OldMedUser
Formerly Known as LabRat
You caught me feeling curious OldMedUser. Would you be so kind as to define your version of micro dosing? I find it helpful to get as much of this basic information as possible out in the open. It makes it so much easier to figure out what might work for you when you've read what others have found successful.
Micro-dosing for me is 75 mg of THC for breakfast and dinner with scattered sessions along the way to refresh the flight altitude and carry me into the wee, small hours of the morning. I'd bet my life yours is a little more restrained.
I can't be really specific about dosing but 1 level tsp of my 10:1 cocobudder will knock me on my ass about an hour to two hours after ingestion. I have measuring spoons down to 1ml and I take one every few hours during the day some days when I am hurting more than usual. Usual is hurting every time I move and a good day lets me get something done that helps out around the house. Like a few days ago I went out and repaired the inside door handle on the pickup so my tiny woman didn't have to get in and out from the other side. I could reach out and open the door from the outside but she couldn't.
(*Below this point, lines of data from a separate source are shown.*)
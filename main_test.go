package main

import (
	"bufio"
	"bytes"
	"context"
	"encoding/csv"
	"fmt"
	"io"
	"net/http"
	"os"
	"path/filepath"
	"regexp"
	"strings"
	"testing"
	"time"
)

// startServe runs `coeval -db path -addr 127.0.0.1:0` and returns the URL it prints, everything it prints
// (read after stop), and a stop function that cancels it like SIGINT would and waits for it to return.
func startServe(t *testing.T, dbPath string) (string, func() (string, error)) {
	t.Helper()
	ctx, cancel := context.WithCancel(context.Background())
	pr, pw := io.Pipe()
	done := make(chan error, 1)
	go func() {
		done <- run(ctx, []string{"-db", dbPath, "-addr", "127.0.0.1:0"}, pw, io.Discard)
		pw.Close()
	}()
	var out bytes.Buffer
	urlc := make(chan string, 1)
	go func() {
		sc := bufio.NewScanner(pr)
		re := regexp.MustCompile(`serving (http://\S+)`)
		for sc.Scan() {
			out.WriteString(sc.Text() + "\n")
			if m := re.FindStringSubmatch(sc.Text()); m != nil {
				urlc <- m[1]
			}
		}
		close(urlc)
	}()
	var url string
	select {
	case url = <-urlc:
	case err := <-done:
		t.Fatalf("serve returned before serving: %v", err)
	case <-time.After(60 * time.Second):
		t.Fatal("serve did not print its URL within 60 s")
	}
	return url, func() (string, error) {
		cancel()
		var err error
		select {
		case err = <-done:
		case <-time.After(15 * time.Second):
			t.Fatal("serve did not stop within 15 s of cancellation")
		}
		for range urlc {
		}
		return out.String(), err
	}
}

// The first start creates, migrates and seeds the file; the second reuses it and does not seed again;
// cancellation (as on SIGINT/SIGTERM) shuts the server down gracefully.
func TestServeSeedsOnceAndStopsGracefully(t *testing.T) {
	dbPath := filepath.Join(t.TempDir(), "coeval.db")
	url, stop := startServe(t, dbPath)
	res, err := http.Get(url + "/")
	if err != nil {
		t.Fatal(err)
	}
	body, _ := io.ReadAll(res.Body)
	res.Body.Close()
	if res.StatusCode != 200 || !strings.Contains(string(body), "Hvarn Plateau Basalts") {
		t.Fatalf("home page: status %d, demo province missing", res.StatusCode)
	}
	out, err := stop()
	if err != nil {
		t.Fatalf("serve: %v", err)
	}
	if !strings.Contains(out, "seeded the invented demo scenario") || !strings.Contains(out, "stopped") {
		t.Errorf("first start printed %q: want the seeding and the stop", out)
	}
	url, stop = startServe(t, dbPath)
	res, err = http.Get(url + "/dates?format=json&per=1")
	if err != nil {
		t.Fatal(err)
	}
	body, _ = io.ReadAll(res.Body)
	res.Body.Close()
	out, err = stop()
	if err != nil {
		t.Fatal(err)
	}
	if strings.Contains(out, "seeded") {
		t.Errorf("second start seeded again: %q", out)
	}
	// As many dates as the demo's dates.csv has rows (header aside): imported once, not twice.
	f, err := os.Open(filepath.Join("testdata", "demo", "dates.csv"))
	if err != nil {
		t.Fatal(err)
	}
	rows, err := csv.NewReader(f).ReadAll()
	f.Close()
	if err != nil {
		t.Fatal(err)
	}
	if want := fmt.Sprintf(`"total": %d,`, len(rows)-1); !strings.Contains(string(body), want) {
		t.Errorf("second start does not hold the demo's %d dates once: %.200s", len(rows)-1, body)
	}
}

func TestImportCommandRejectsWholeFileAndExportRoundTrips(t *testing.T) {
	ctx := context.Background()
	dir := t.TempDir()
	dbPath := filepath.Join(dir, "c.db")
	bad := filepath.Join(dir, "bad.csv")
	os.WriteFile(bad, []byte("province,unit,sample_code,method,interpretation,age_ma,sigma_ma,sigma_level\n"+
		"P,U,A-1,upb_idtims,eruption,155.4,0.06,2\n"+
		"P,U,A-2,upb_idtims,eruption,,0.06,2\n"), 0o644)
	var stdout bytes.Buffer
	err := run(ctx, []string{"-db", dbPath, "import", "dates", bad}, &stdout, io.Discard)
	if err == nil || !strings.Contains(err.Error(), "bad.csv: line 3, column age_ma") || !strings.Contains(err.Error(), "nothing was imported") {
		t.Fatalf("bad import: got %v, want the file, line and column and 'nothing was imported'", err)
	}
	var exported bytes.Buffer
	if err := run(ctx, []string{"-db", dbPath, "export", "dates"}, &exported, io.Discard); err != nil {
		t.Fatal(err)
	}
	if n := strings.Count(exported.String(), "\n"); n != 1 {
		t.Fatalf("after a rejected import the export has %d lines, want only the header", n)
	}
	good := filepath.Join("testdata", "demo", "dates.csv")
	sections := filepath.Join("testdata", "demo", "sections.csv")
	if err := run(ctx, []string{"-db", dbPath, "import", "sections", sections}, &stdout, io.Discard); err != nil {
		t.Fatal(err)
	}
	if err := run(ctx, []string{"-db", dbPath, "import", "dates", good}, &stdout, io.Discard); err != nil {
		t.Fatal(err)
	}
	out1 := filepath.Join(dir, "out1.csv")
	if err := run(ctx, []string{"-db", dbPath, "export", "dates", "-o", out1}, io.Discard, io.Discard); err != nil {
		t.Fatal(err)
	}
	db2 := filepath.Join(dir, "c2.db")
	if err := run(ctx, []string{"-db", db2, "import", "sections", sections}, io.Discard, io.Discard); err != nil {
		t.Fatal(err)
	}
	if err := run(ctx, []string{"-db", db2, "import", "dates", out1}, io.Discard, io.Discard); err != nil {
		t.Fatalf("re-import of the export: %v", err)
	}
	out2 := filepath.Join(dir, "out2.csv")
	if err := run(ctx, []string{"-db", db2, "export", "dates", "-o", out2}, io.Discard, io.Discard); err != nil {
		t.Fatal(err)
	}
	a, _ := os.ReadFile(out1)
	b, _ := os.ReadFile(out2)
	if !bytes.Equal(a, b) || len(a) < 1000 {
		t.Error("import → export → import → export is not identical")
	}
	for _, args := range [][]string{{"import"}, {"import", "rocks", "x.csv"}, {"import", "measurements", "x.csv"}, {"export", "ties"}, {"frobnicate"}} {
		if err := run(ctx, append([]string{"-db", dbPath}, args...), io.Discard, io.Discard); err == nil {
			t.Errorf("%v: want a usage error", args)
		}
	}
}
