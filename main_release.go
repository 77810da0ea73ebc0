package main

import (
	"bytes"
	"context"
	"flag"
	"fmt"
	"io"
	"os"

	"coeval/store"
)

// releaseCmd makes, lists, bundles and loads releases of the compilation:
//
//	release create VERSION -title TITLE [-notes NOTES]
//	release list
//	release bundle VERSION -o FILE.zip
//	release load FILE.zip          (into an empty database)
func releaseCmd(ctx context.Context, cfg config, args []string, stdout, stderr io.Writer) error {
	if len(args) == 0 {
		return fmt.Errorf("release: want create, list, bundle or load")
	}
	db, err := openStore(ctx, cfg.dbPath)
	if err != nil {
		return err
	}
	defer db.Close()
	sub, args := args[0], args[1:]
	switch sub {
	case "create":
		fl := flag.NewFlagSet("release create", flag.ContinueOnError)
		fl.SetOutput(stderr)
		title := fl.String("title", "", "the release's title (part of its citation)")
		notes := fl.String("notes", "", "what the release is for")
		if len(args) == 0 {
			return fmt.Errorf("release create: want VERSION -title TITLE")
		}
		version := args[0]
		if err := fl.Parse(args[1:]); err != nil {
			return err
		}
		rel, err := db.CutRelease(ctx, store.ReleaseForm{Version: version, Title: *title, Notes: *notes}, 0)
		if err != nil {
			return fmt.Errorf("release create: %w", err)
		}
		fmt.Fprintf(stdout, "release %s made: %d dates, %d events; %d records not accepted were left out\n",
			rel.Version, rel.Counts.Dates, rel.Counts.Events, len(rel.LeftOut))
		return nil
	case "list":
		rels, err := db.Releases(ctx)
		if err != nil {
			return err
		}
		for _, r := range rels {
			fmt.Fprintf(stdout, "%s\t%s\t%s\t%d dates\n", r.Version, r.Date(), r.Title, r.Counts.Dates)
		}
		return nil
	case "bundle":
		fl := flag.NewFlagSet("release bundle", flag.ContinueOnError)
		fl.SetOutput(stderr)
		out := fl.String("o", "", "the zip file to write")
		if len(args) == 0 {
			return fmt.Errorf("release bundle: want VERSION -o FILE.zip")
		}
		version := args[0]
		if err := fl.Parse(args[1:]); err != nil {
			return err
		}
		if *out == "" {
			return fmt.Errorf("release bundle: want -o FILE.zip")
		}
		rel, err := db.ReleaseByVersion(ctx, version)
		if err != nil {
			return err
		}
		path, err := db.ReleasePath(ctx, rel)
		if err != nil {
			return err
		}
		var buf bytes.Buffer
		if err := store.WriteReleaseBundle(ctx, path, rel, &buf); err != nil {
			return err
		}
		if err := os.WriteFile(*out, buf.Bytes(), 0o644); err != nil {
			return err
		}
		fmt.Fprintf(stdout, "bundle of release %s written to %s\n", rel.Version, *out)
		return nil
	case "load":
		if len(args) != 1 {
			return fmt.Errorf("release load: want one FILE.zip")
		}
		b, err := os.ReadFile(args[0])
		if err != nil {
			return err
		}
		results, err := db.ImportBundle(ctx, args[0], bytes.NewReader(b), int64(len(b)))
		for _, r := range results {
			fmt.Fprintln(stdout, r.String())
		}
		return err
	}
	return fmt.Errorf("release: unknown command %q; want create, list, bundle or load", sub)
}
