package main

import (
	"bytes"
	"context"
	"encoding/csv"
	"io"
	"os"
	"path/filepath"
	"strings"
	"testing"

	"coeval/store"
)

// readManifest returns the rows (kind, section, file) of dir/manifest.csv.
func readManifest(t *testing.T, dir string) [][]string {
	t.Helper()
	f, err := os.Open(filepath.Join(dir, "manifest.csv"))
	if err != nil {
		t.Fatal(err)
	}
	defer f.Close()
	rows, err := csv.NewReader(f).ReadAll()
	if err != nil {
		t.Fatal(err)
	}
	return rows[1:]
}

// importAll imports every file of dir's manifest into dbPath through the import command, in order.
func importAll(t *testing.T, ctx context.Context, dbPath, dir string) {
	t.Helper()
	for _, m := range readManifest(t, dir) {
		args := []string{"-db", dbPath, "import", m[0]}
		if m[1] != "" {
			args = append(args, m[1])
		}
		var out bytes.Buffer
		if err := run(ctx, append(args, filepath.Join(dir, m[2])), &out, io.Discard); err != nil {
			t.Fatalf("import %s: %v", m[2], err)
		}
	}
}

// exportAll exports every kind of dir's manifest from dbPath into out under the same file names.
func exportAll(t *testing.T, ctx context.Context, dbPath, dir, out string) {
	t.Helper()
	db, err := openStore(ctx, dbPath)
	if err != nil {
		t.Fatal(err)
	}
	defer db.Close()
	for _, m := range readManifest(t, dir) {
		var b bytes.Buffer
		if err := db.Export(ctx, m[0], m[1], &b); err != nil {
			t.Fatal(err)
		}
		if err := os.WriteFile(filepath.Join(out, m[2]), b.Bytes(), 0o644); err != nil {
			t.Fatal(err)
		}
	}
	mf, _ := os.ReadFile(filepath.Join(dir, "manifest.csv"))
	os.WriteFile(filepath.Join(out, "manifest.csv"), mf, 0o644)
}

// `coeval demo large` writes files the importers take whole, with the sizes asked for; the compilation
// exported and imported again exports the same bytes; the same seed writes the same files.
func TestDemoLargeImportsAndRoundTrips(t *testing.T) {
	ctx := context.Background()
	tmp := t.TempDir()
	gen := func(dir, seed string) {
		var out bytes.Buffer
		err := run(ctx, []string{"demo", "large", "-o", dir, "-provinces", "3", "-units", "11", "-dates", "700",
			"-sections", "4", "-samples", "45", "-ties", "9", "-events", "6", "-seed", seed}, &out, io.Discard)
		if err != nil {
			t.Fatal(err)
		}
		if !strings.Contains(out.String(), "INVENTED") {
			t.Errorf("output %q does not say the data are invented", out.String())
		}
	}
	dir := filepath.Join(tmp, "gen")
	gen(dir, "7")
	dbPath := filepath.Join(tmp, "a.db")
	importAll(t, ctx, dbPath, dir)

	db, err := openStore(ctx, dbPath)
	if err != nil {
		t.Fatal(err)
	}
	c, err := db.Counts(ctx)
	if err != nil {
		t.Fatal(err)
	}
	var pending int
	provs, err := db.Provinces(ctx)
	if err != nil {
		t.Fatal(err)
	}
	db.Close()
	// The sizes asked for (4 sections × 45 samples, each with hg, toc and δ¹³C: 3 measurements).
	want := store.Counts{Provinces: 3, Units: 11, Dates: 700, DatesPending: c.DatesPending, Sections: 4, Samples: 180,
		Measurements: 180 * 3, TiePoints: 9, Events: 6}
	if c != want {
		t.Errorf("counts %+v, want %+v", c, want)
	}
	pending = c.DatesPending
	if pending == 0 || pending > 700/10 {
		t.Errorf("%d pending dates, want a few (about 1 in 50)", pending)
	}
	for _, p := range provs {
		if !strings.Contains(p.Name, "(invented)") || !strings.Contains(p.Description, "INVENTED") {
			t.Errorf("province %q (%q) is not labelled invented", p.Name, p.Description)
		}
	}

	// Round trip: export, import the exports into a second database, export again.
	exp1, exp2 := filepath.Join(tmp, "exp1"), filepath.Join(tmp, "exp2")
	os.Mkdir(exp1, 0o755)
	os.Mkdir(exp2, 0o755)
	exportAll(t, ctx, dbPath, dir, exp1)
	importAll(t, ctx, filepath.Join(tmp, "b.db"), exp1)
	exportAll(t, ctx, filepath.Join(tmp, "b.db"), dir, exp2)
	for _, m := range readManifest(t, dir) {
		a, _ := os.ReadFile(filepath.Join(exp1, m[2]))
		b, _ := os.ReadFile(filepath.Join(exp2, m[2]))
		if !bytes.Equal(a, b) || len(a) == 0 {
			t.Errorf("%s: the export of the re-imported compilation differs (%d and %d bytes)", m[2], len(a), len(b))
		}
	}

	// Determinism: the same seed writes the same bytes, another seed other dates.
	same, other := filepath.Join(tmp, "same"), filepath.Join(tmp, "other")
	gen(same, "7")
	gen(other, "8")
	entries, err := os.ReadDir(dir)
	if err != nil {
		t.Fatal(err)
	}
	for _, e := range entries {
		a, _ := os.ReadFile(filepath.Join(dir, e.Name()))
		b, err := os.ReadFile(filepath.Join(same, e.Name()))
		if err != nil || !bytes.Equal(a, b) {
			t.Errorf("%s differs between two runs with seed 7", e.Name())
		}
	}
	a, _ := os.ReadFile(filepath.Join(dir, "dates.csv"))
	b, _ := os.ReadFile(filepath.Join(other, "dates.csv"))
	if bytes.Equal(a, b) {
		t.Error("seeds 7 and 8 wrote the same dates")
	}
}

// Sizes out of range are refused naming the flag; nothing is written.
func TestDemoLargeRefusesBadSizes(t *testing.T) {
	ctx := context.Background()
	for _, c := range []struct {
		args []string
		want string
	}{
		{[]string{"-units", "2", "-provinces", "5"}, "units: want at least one per province"},
		{[]string{"-dates", "-1"}, "dates: want 0 or more"},
		{[]string{"-sections", "0"}, "sections: ties and events need sections"},
	} {
		dir := filepath.Join(t.TempDir(), "out")
		err := run(ctx, append([]string{"demo", "large", "-o", dir}, c.args...), io.Discard, io.Discard)
		if err == nil || !strings.Contains(err.Error(), c.want) {
			t.Errorf("%v: error %v, want %q", c.args, err, c.want)
		}
		if _, serr := os.Stat(dir); serr == nil {
			t.Errorf("%v: %s was created", c.args, dir)
		}
	}
	if err := run(ctx, []string{"demo", "large"}, io.Discard, io.Discard); err == nil || !strings.Contains(err.Error(), "want -o DIR") {
		t.Errorf("no -o: %v", err)
	}
}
Made me feel better to accomplish a needed task but did I get a bj for my efforts? NO!
Then a couple days ago while off on my own shopping for grow goodies in the city I noticed that Canadian Tire had a 20V power drill/impact driver combo on sale for $169. Still hoping for sexual favours I bought the damn thing for the wife and she loves it. Does she love it enough tho? I love it enough too so it doesn't really matter. lol She will get lots of use out of it and tho her creations wouldn't pass muster with any tradespersons it works great for her chickens and that's what counts.
I'll be using it plenty soon to screw together my new grow room space. I have all the lumber etc to build it but still lack the inspiration to git 'er dun!
It's blowing me away how the usual winter depression has stormed in so early. I spent most of August with my family in BC. Enjoyed a niece's wedding one Sat night then my mother's 90th b-day party the next. Hit her up for a 10g advance on my inheritance and drove home in a really decent used car that gets me 40mpg. The trunk held a thousand bux worth of new grow gear and I ought to be the happiest stoner on the planet but it's all meh.
I honestly feel like I would be happiest if I just woke up dead one morning. That feeling has plagued my life since my early 20s and I'll be 63 in two weeks. Other than impending painful fatal illness I would never harm myself but I can't quit the cigs even after 2 rt lung collapses. Like my doc said, It's slow suicide! To which I replied, I'm in no rush doc.
It sux so much to feel like this all the time. I'm the life of the party when hanging out with peeps then all curled up inside when on my own. Give away pot to hitchhikers I rode around on the way home recently. Dropped a guy off and handed him my new Med+ainer packed full of my last grow of OG#18. Felt great and he was sure happy to get it. I do shit like that all the time just because it feels so good. Random acts of kindness should fix me right? 46 blood donations since '91 and ready to give more. Why the f**k aren't I at least comfortable in my own skin if not all puffed up about being Mr. Alright at Least?
As far as confessions go I'm not really OldMedUser, I'm LabRat420. I was banned years ago over a stupid private dispute with a guy called Roseman who wandered in here with 40 or 50 followers in a cult called the Bubbleheads. He took our private dispute to the Mods and myself and a few other members got banned.
Water under the bridge and I wouldn't be back here now if I held any grudges. My record under this name should prove that I have only the cannabis community's interests in my heart and promote good will in all the forums I post in. I have been the only active Admin or mod in another very old pot forum for the last year or so. That's how long it's been since anyone else has cleaned up spammers etc.
The owners are legally barred from participating in any businesses they were previously connected too that are connected with pot. The business continues under their usual name but they stopped participating in the forums long before any court order.
If I get banned again for 'fessin' up I can always rise from the ashes like the Phoenix and wear a new cloak but I'd more likely not bother.
Years of telling new crops of nOObs how to grow a simple plant is wearing me down. I learned tons researching all sorts of problems others were having and almost every time I've been bang on. I jump right up and take the blame when I'm wrong as well tho that is rare. With my voracious appetite for info and solving puzzles I've learned so much more than just doing what I do on my own.
I'm turning my attention more to the things discussed in threads like this and planning to be getting my CBD strains lab tested so I can actually be sure of what I got. A 2:1 CBD:THC ratio is the bomb for me!
I can be a dickwad on occasion but that's fairly rare.
Sorry to dump on you all but I got no where else.